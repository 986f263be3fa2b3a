/** What the drawing tests look at in a scene, and buildings that are hard to draw. */
import fc from 'fast-check'
import { layOutGrid, rowsOf } from '../../app/model/edits/grid.ts'
import { addFrameLine } from '../../app/model/edits/frame-lines.ts'
import { emptyBuilding, type Building, type FrameLine, type Section } from '../../app/model/building.ts'
import { textWidth, CAP_HEIGHT } from '../../app/drawing/text-width.ts'
import type { Box } from '../../app/drawing/place-labels.ts'
import type { Point, Primitive, Scene } from '../../app/drawing/scene.ts'
import { applied } from './applied.ts'

export const EVIL = '<&"\'>\u0000 ]]>'

/** Every primitive, groups opened. */
export function flat(primitives: readonly Primitive[]): Primitive[] {
  return primitives.flatMap((p) => (p.shape === 'group' ? flat(p.children) : [p]))
}

export type Text = Primitive & { shape: 'text' }

export function textsOf(scene: Scene): Text[] {
  return flat(scene.primitives).filter((p): p is Text => p.shape === 'text')
}

/** The box of a text's capitals and figures on the sheet. */
export function boxOf(t: Text): Box {
  const width = textWidth(t.text, t.size, t.role === 'text-strong' ? 'medium' : 'regular')
  const height = t.size * CAP_HEIGHT
  const before = t.anchor === 'start' ? 0 : t.anchor === 'end' ? width : width / 2
  const [x, y] = t.at
  if (t.turn === -90) return { x: x - height, y: y - (width - before), width: height, height: width }
  return { x: x - before, y: y - height, width, height }
}

/** All points that a scene's primitives reach. */
export function reachOf(scene: Scene): Point[] {
  return flat(scene.primitives).flatMap((p): Point[] => {
    switch (p.shape) {
      case 'line':
        return [p.from, p.to]
      case 'polyline':
        return [...p.points]
      case 'path':
        return p.d.flatMap((s) => (s.to === 'close' ? [] : s.to === 'curve' ? [s.c1, s.c2, s.at] : [s.at]))
      case 'circle':
        return square(p.centre, p.radius)
      case 'mark':
        return square(p.centre, p.size / 2)
      case 'text': {
        const { x, y, width, height } = boxOf(p)
        return [
          [x, y],
          [x + width, y + height],
        ]
      }
      case 'group':
        return []
    }
  })
}

function square([x, y]: Point, r: number): Point[] {
  return [
    [x - r, y - r],
    [x + r, y + r],
  ]
}

/** What of a scene lies outside its sheet or is no number. */
export function strays(scene: Scene): Point[] {
  const { width, height } = scene
  return reachOf(scene).filter(([x, y]) => !(x >= -0.01 && y >= -0.01 && x <= width + 0.01 && y <= height + 0.01))
}

/** Pairs of texts that lie on each other. */
export function collisions(scene: Scene): string[] {
  const texts = textsOf(scene)
    .filter((t) => t.text !== '')
    .map((t) => ({ t, box: boxOf(t) }))
  return texts.flatMap(({ t, box }, i) =>
    texts
      .slice(i + 1)
      .filter(({ box: b }) => lieOn(box, b))
      .map((other) => `${t.text} | ${other.t.text}`),
  )
}

function lieOn(a: Box, b: Box): boolean {
  const slack = 0.05
  return (
    a.x + slack < b.x + b.width &&
    b.x + slack < a.x + a.width &&
    a.y + slack < b.y + b.height &&
    b.y + slack < a.y + a.height
  )
}

const BEAM: Section = {
  id: 'beam 300x550',
  material: 'concrete',
  E_GPa: 30,
  I_cm4: 415938,
  A_cm2: 1650,
  stiffness_factor: 0.5,
  capacity: { sagging_kNm: 90 },
}
const COLUMN: Section = {
  id: 'column 350x350',
  material: 'concrete',
  E_GPa: 30,
  I_cm4: 125052,
  A_cm2: 1225,
  capacity: { sagging_kNm: 80 },
}

/** A regular building that settled by the given mm, support by support in the order of the building. */
export function settledGrid(x: number[], y: number[], storeys: number[], settled: readonly number[]): Building {
  let building: Building = { ...emptyBuilding('Made'), sections: [BEAM, COLUMN] }
  building = applied(building, layOutGrid(building, { x, y }).changes)
  for (const row of rowsOf(building.supports)) {
    const supports = row.supports.map((s) => s.id)
    building = applied(
      building,
      addFrameLine(building, { id: row.id, supports, storeys, beam: BEAM.id, column: COLUMN.id }).changes,
    )
  }
  return settle(building, settled)
}

/** The building with studs, a baseline and a round R1. NaN stands for a support that was not read. */
export function settle(building: Building, settled_mm: readonly number[]): Building {
  const points = building.supports.map((s, i) => ({ id: `P${i}`, kind: 'stud' as const, support: s.id }))
  const levels = points.map((p) => ({ point: p.id, level_m: 10, sd_mm: 0.25 }))
  const after = levels.flatMap((l, i) => {
    const s = settled_mm[i % settled_mm.length]!
    return Number.isNaN(s) ? [] : [{ ...l, level_m: 10 - s / 1000 }]
  })
  return {
    ...building,
    survey: {
      points,
      baseline: 'R0',
      rounds: [
        { id: 'R0', date: '2026-01-12', levels },
        { id: 'R1', date: '2026-04-20', levels: after },
      ],
    },
  }
}

/** A pitched hall with a brace, pins, a spring, stepped bases, loads of every kind and names that hurt. */
export function hall(): Building {
  const steel: Section = {
    id: `rafter ${EVIL}`,
    material: 'steel',
    E_GPa: 210,
    I_cm4: 14920,
    A_cm2: 118,
    capacity: { sagging_kNm: 300 },
  }
  const section = steel.id
  const west = 'axis 1 / west gable wall, old part'
  const middle = `mid ${EVIL}`
  const line: FrameLine = {
    id: `hall ${EVIL}`,
    nodes: [
      { id: 'a', x_m: 0, z_m: 0, support: west, base: 'pinned' },
      { id: 'b', x_m: 9.5, z_m: -1.2, support: middle, base: { rotation_kNm_per_rad: 20000 } },
      { id: 'c', x_m: 16.5, z_m: 0.6, support: 'E3' },
      { id: 'a1', x_m: 0, z_m: 5 },
      { id: 'b1', x_m: 9.5, z_m: 7.5, load_kN: { permanent: 40, variable: 12 } },
      { id: 'c1', x_m: 16.5, z_m: 5.5 },
    ],
    members: [
      { id: 'S1', kind: 'column', from: 'a', to: 'a1', section },
      { id: 'S2', kind: 'column', from: 'b', to: 'b1', section },
      { id: 'S3', kind: 'column', from: 'c', to: 'c1', section },
      {
        id: 'R1',
        kind: 'beam',
        from: 'a1',
        to: 'b1',
        section,
        pin_from: true,
        loads: [
          { kind: 'uniform', kN_per_m: 12, action: 'permanent' },
          { kind: 'point', kN: 30, at_m: 3, action: 'variable' },
        ],
      },
      { id: 'R2', kind: 'beam', from: 'c1', to: 'b1', section },
      { id: 'D1', kind: 'brace', from: 'a', to: 'b1', section, pin_from: true, pin_to: true },
    ],
  }
  const building: Building = {
    ...emptyBuilding('Hall'),
    supports: [
      { id: west, x_m: 0, y_m: 0 },
      { id: middle, x_m: 9, y_m: 3, base_m: -2 },
      { id: 'E3', x_m: 16, y_m: 1 },
      { id: 'E4', x_m: 8, y_m: 12 },
    ],
    sections: [steel],
    frame_lines: [line],
  }
  return settle(building, [0.5, 12, -4, 4])
}

function between(min: number, max: number): fc.Arbitrary<number> {
  return fc.integer({ min: 0, max: 1000 }).map((step) => min + ((max - min) * step) / 1000)
}

const SHEETS = [
  [170, 102],
  [170, 122],
  [232, 165],
  [300, 120],
  [130, 180],
  [100, 90],
] as const

/** Frames from one bay to twelve and up to twenty storeys, members struck out, pins, supports not read. */
export const madeDrawing = fc
  .record({
    bays: fc.array(between(2.5, 9), { minLength: 1, maxLength: 12 }),
    rows: fc.array(between(3, 8), { minLength: 0, maxLength: 3 }),
    storeys: fc.array(between(2.4, 5), { minLength: 1, maxLength: 20 }),
    settled: fc.array(fc.oneof({ weight: 9, arbitrary: between(-6, 25) }, { weight: 1, arbitrary: fc.constant(NaN) }), {
      minLength: 5,
      maxLength: 40,
    }),
    base: fc.constantFrom(0, -0.8, -3),
    struck: fc.array(between(0, 1), { minLength: 37, maxLength: 37 }),
    sheet: fc.constantFrom(...SHEETS),
    rename: fc.constantFrom('', 'support of the north wing, ', EVIL),
  })
  .map(({ bays, rows, storeys, settled, base, struck, sheet, rename }) => {
    const read = settled.filter((s) => !Number.isNaN(s))
    // Three at least are read, so that there is a plane.
    const made = settledGrid(bays, rows, storeys, read.length < 4 ? [1, 2, 4, 3] : settled)
    made.supports = made.supports.map((s) => ({ ...s, base_m: base }))
    let draw = 0
    function chance(): number {
      return struck[draw++ % struck.length]!
    }
    for (const line of made.frame_lines) {
      line.members = line.members.filter((m) => m.kind === 'column' || chance() > 0.15)
      for (const m of line.members) if (m.kind === 'beam' && chance() < 0.1) m.pin_to = true
      for (const m of line.members)
        if (m.kind === 'beam' && chance() < 0.7)
          m.loads = [
            { kind: 'uniform', kN_per_m: 18.5, action: 'permanent' },
            { kind: 'uniform', kN_per_m: 6, action: 'variable' },
            { kind: 'point', kN: 30, at_m: 1, action: 'variable' },
          ]
    }
    const building = rename === '' ? made : renamed(made, rename)
    return { building, line: building.frame_lines[0]!.id, width: sheet[0], height: sheet[1] }
  })

function renamed(building: Building, prefix: string): Building {
  function long(id: string) {
    return `${prefix}${id}`
  }
  return {
    ...building,
    supports: building.supports.map((s) => ({ ...s, id: long(s.id) })),
    frame_lines: building.frame_lines.map((l) => ({
      ...l,
      id: long(l.id),
      nodes: l.nodes.map((n) => (n.support === undefined ? n : { ...n, support: long(n.support) })),
    })),
    survey: {
      ...building.survey,
      points: building.survey.points.map((p) => (p.kind === 'stud' ? { ...p, support: long(p.support) } : p)),
    },
  }
}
::::::::
Problem requirements: Give back exactly the lines of the listing above, starting with its first line and ending with the line that holds "export function reachOf(scene: Scene): Point[]".

Expected answer:
repository 986f263be3fa2b3a
/** What the drawing tests look at in a scene, and buildings that are hard to draw. */
import fc from 'fast-check'
import { layOutGrid, rowsOf } from '../../app/model/edits/grid.ts'
import { addFrameLine } from '../../app/model/edits/frame-lines.ts'
import { emptyBuilding, type Building, type FrameLine, type Section } from '../../app/model/building.ts'
import { textWidth, CAP_HEIGHT } from '../../app/drawing/text-width.ts'
import type { Box } from '../../app/drawing/place-labels.ts'
import type { Point, Primitive, Scene } from '../../app/drawing/scene.ts'
import { applied } from './applied.ts'

export const EVIL = '<&"\'>\u0000 ]]>'

/** Every primitive, groups opened. */
export function flat(primitives: readonly Primitive[]): Primitive[] {
  return primitives.flatMap((p) => (p.shape === 'group' ? flat(p.children) : [p]))
}

export type Text = Primitive & { shape: 'text' }

export function textsOf(scene: Scene): Text[] {
  return flat(scene.primitives).filter((p): p is Text => p.shape === 'text')
}

/** The box of a text's capitals and figures on the sheet. */
export function boxOf(t: Text): Box {
  const width = textWidth(t.text, t.size, t.role === 'text-strong' ? 'medium' : 'regular')
  const height = t.size * CAP_HEIGHT
  const before = t.anchor === 'start' ? 0 : t.anchor === 'end' ? width : width / 2
  const [x, y] = t.at
  if (t.turn === -90) return { x: x - height, y: y - (width - before), width: height, height: width }
  return { x: x - before, y: y - height, width, height }
}

/** All points that a scene's primitives reach. */
export function reachOf(scene: Scene): Point[] {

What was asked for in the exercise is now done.